1.Let a be an integer and p be a positive integer. Prove that if p divides a, then
GCD(a,p)=p.
2.Show that if GCD(a, c)=1 and c divides ab, then c divides b.
#1: Since $\displaystyle p \mid a$, we can say that $\displaystyle a = kp$ for some $\displaystyle k$.
So we're trying to find $\displaystyle d = (p, kp)$.
Since $\displaystyle d \mid p$ and $\displaystyle p$ is prime, $\displaystyle d = 1$ or $\displaystyle d = p$... Can you finish off?
#2:
$\displaystyle (a,c) =1 \ \Rightarrow \ ax + cy = 1 \ \iff \ abx + cby = b$. Can you conclude?
Huh.. It is not said that p is a prime integer..
__________________________________________________
Let d=gcd(a,p).
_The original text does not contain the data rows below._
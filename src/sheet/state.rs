//! Gases and states: a state becomes the relations that tie its properties.

use std::sync::Arc;

use crate::diagnostic::{Span, code};
use crate::gas::{self, Gas, MixtureError, Named as NamedGas};
use crate::syntax::{self, BinaryOp, Function, GasPart, Model, Named, ShareBasis, Statement};
use crate::units::constants::STANDARD_STATE_PRESSURE;

use super::reader::{Meaning, Reader};
use super::{Expr, ExprId, GasFunction, GasId, Property, QuantityId, RelationOrigin, SheetGas, State, StateId};
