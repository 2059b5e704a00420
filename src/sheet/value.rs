//! Values: numbers with their units and bases in SI, stated uncertainties, the site, reference conditions.

use crate::diagnostic::{Span, code};
use crate::gas;
use crate::syntax::{Basis, Literal, Named, ReferenceName, Shape, Statement, StatementKind, Uncertainty, UnitText, Width};
use crate::units::constants::MOLAR_GAS_CONSTANT;
use crate::units::{self, Dimension, ReferenceVolume, Unit, UnitErrorKind, math};

use super::expression::is_constant;
use super::reader::{Meaning, Reader};
use super::{Expr, Kind, Origin, QuantityId, Reading, ReferenceConditions, RelationOrigin, ShownUnit, StatedUncertainty};

/// Pressure of a place against the standard atmosphere of its altitude: beyond this the two are told to contradict each
/// other. Weather moves a barometer by some 3 % about its mean (common practice, no source).
pub(super) const WEATHER: f64 = 0.04;

/// A number with its unit and basis in SI.
#[derive(Clone, Debug)]
pub(super) struct Value {
    /// In SI; above the atmosphere of the site where `gauge`.
    pub(super) si: f64,
    pub(super) gauge: bool,
    pub(super) kind: Kind,
    pub(super) shown: ShownUnit,
}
We can say, in particular, that d divides p.
Since p divides both p (obvious) and a (because a is a multiple of p), we can say that p divides the gcd of a and p, that is d.
d | p and p | d
Hence p=d.
Note that the first $\displaystyle \Rightarrow$ can be an equivalence#2:
$\displaystyle (a,c) =1 \ \Rightarrow \ ax + cy = 1 \ \iff \ abx + cby = b$. Can you conclude?